Mystical Experiencer: Female in early fifties
Submission date: February 4, 2022
Current location: U.S.A.
Age at time of experience: 50
I had been having electric body bliss during chakra meditations almost every day for months. Then something else occurred that seemed not from myself. Someone talked about a different meditation I wanted to try – a microcosm/macrocosm. Verbalizing in my head and breathing into and visualizing each element, “My solar plexus is the microcosm to the macrocosm of my nervous system, my nervous system is the microcosm to the macrocosm of my whole body, my whole body is the microcosm to the macrocosm of my mind/soul, my mind/soul is the microcosm to the macrocosm of the cosmos,” etc., etc., all the way to the multiverse and then connecting the nervous system of the multiverse back to my own nervous system.
I ran through it quickly once for practice and when I did it again, I got to the multiverse and something began to happen to me. My inner voice slowed down and stopped without my control. It became impossible to verbalize in my head, as if someone turned the switch off to the part of my brain that allows this function. I felt an energy enter deeply into the center of my torso and envelope my whole body. As the sensation or the power grew in intensity, my whole being grew larger and larger and larger until I felt connected to the multiverse. The feeling was that all of existence, the underlying power of the universe or multiverse was downloading into me. I wasn’t making this happen. This appeared to be coming from outside into my core but not just into the core of my body/stomach but deeper than that. The best way I can put it is that this power poured down into my soul.

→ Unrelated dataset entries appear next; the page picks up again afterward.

import type { ReactNode } from 'react';

const TONES = {
  neutral: 'bg-paper-deep text-ink-soft',
  copper: 'bg-copper-soft text-copper-dark',
  teal: 'bg-teal-soft text-teal',
  approved: 'bg-approved-soft text-approved',
  review: 'bg-review-soft text-review',
  changes: 'bg-changes-soft text-changes',
  slate: 'bg-slate-soft text-slate',
} as const;

export type BadgeTone = keyof typeof TONES;

export function Badge({ tone = 'neutral', children }: { tone?: BadgeTone; children: ReactNode }) {
  return (
    <span className={`inline-flex items-center whitespace-nowrap rounded-full px-2 py-0.5 text-xs font-semibold ${TONES[tone]}`}>
      {children}
    </span>
  );
}

/** Property kinds get a short tag of their own. */
export const KIND_TAG: Record<string, { label: string; tone: BadgeTone }> = {
  b2: { label: 'B2(T)', tone: 'copper' },
  density: { label: 'ρ(T, P)', tone: 'teal' },
  viscosity: { label: 'η(T)', tone: 'slate' },
  b3: { label: 'B3(T)', tone: 'copper' },
  b12: { label: 'B12(T)', tone: 'copper' },
  saturatedLiquidDensity: { label: 'ρ_liq(T)', tone: 'teal' },
  saturatedVapourDensity: { label: 'ρ_vap(T)', tone: 'teal' },
  vapourPressure: { label: 'p_sat(T)', tone: 'slate' },
};

export function KindBadge({ kind }: { kind: string }) {
  const tag = KIND_TAG[kind] ?? { label: kind, tone: 'neutral' as const };
  return <Badge tone={tag.tone}>{tag.label}</Badge>;
}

Yes, it was love, but so much more. Yes, it was bliss but so much more. It was a feeling of pure beauty. But it was more…like an “everything” feeling, like all conceivable emotions all wrapped up into one powerful feeling. All the joy, love, peace, sadness, fear, and pain in the whole universe were together all in one, all pouring into me. I was sobbing from a place deeper than I ever have before, feeling everything, connecting to everything, every entity, every thought and emotion. I felt connected to the “One,” to the POWER of the Creator.
The intensity was of such power that after a long while, I wondered if my physical body could take it. But I surrendered and trusted. I became stripped of myself; I couldn’t feel my body as this energy seemed to burn through me. It was as though all my crap was burning up, all my…(loss for words here) karma? or shadows? or ego? “I” was enormous, “I” was beautiful, but “I” was “everything.” But I never totally lost my identity.
I felt an impulse to praise God, I was compelled to worship Him. All I wanted to do was fall before him and praise him. And I’m not religious. I don’t go to church. But God was more real than real within this energy that had gripped me. I was humbled and grateful.
I lost track of time. After some hours my husband interrupted me and it was about 9:30 in the morning. I could have stayed in that state all day and I didn’t want to leave it.
I went outside and everything was brighter and more intense than before. I didn’t tell anyone what happened, because I knew it would sound nutty. The whole day, I was drained and felt that I had to reintegrate with life. The experience changed everything but continued to an extent each time I meditated to lesser and lesser degrees for the next several days. Since then, I hear three different frequencies in my head constantly. I’ve never been the same and continue to evolve in mystical ways.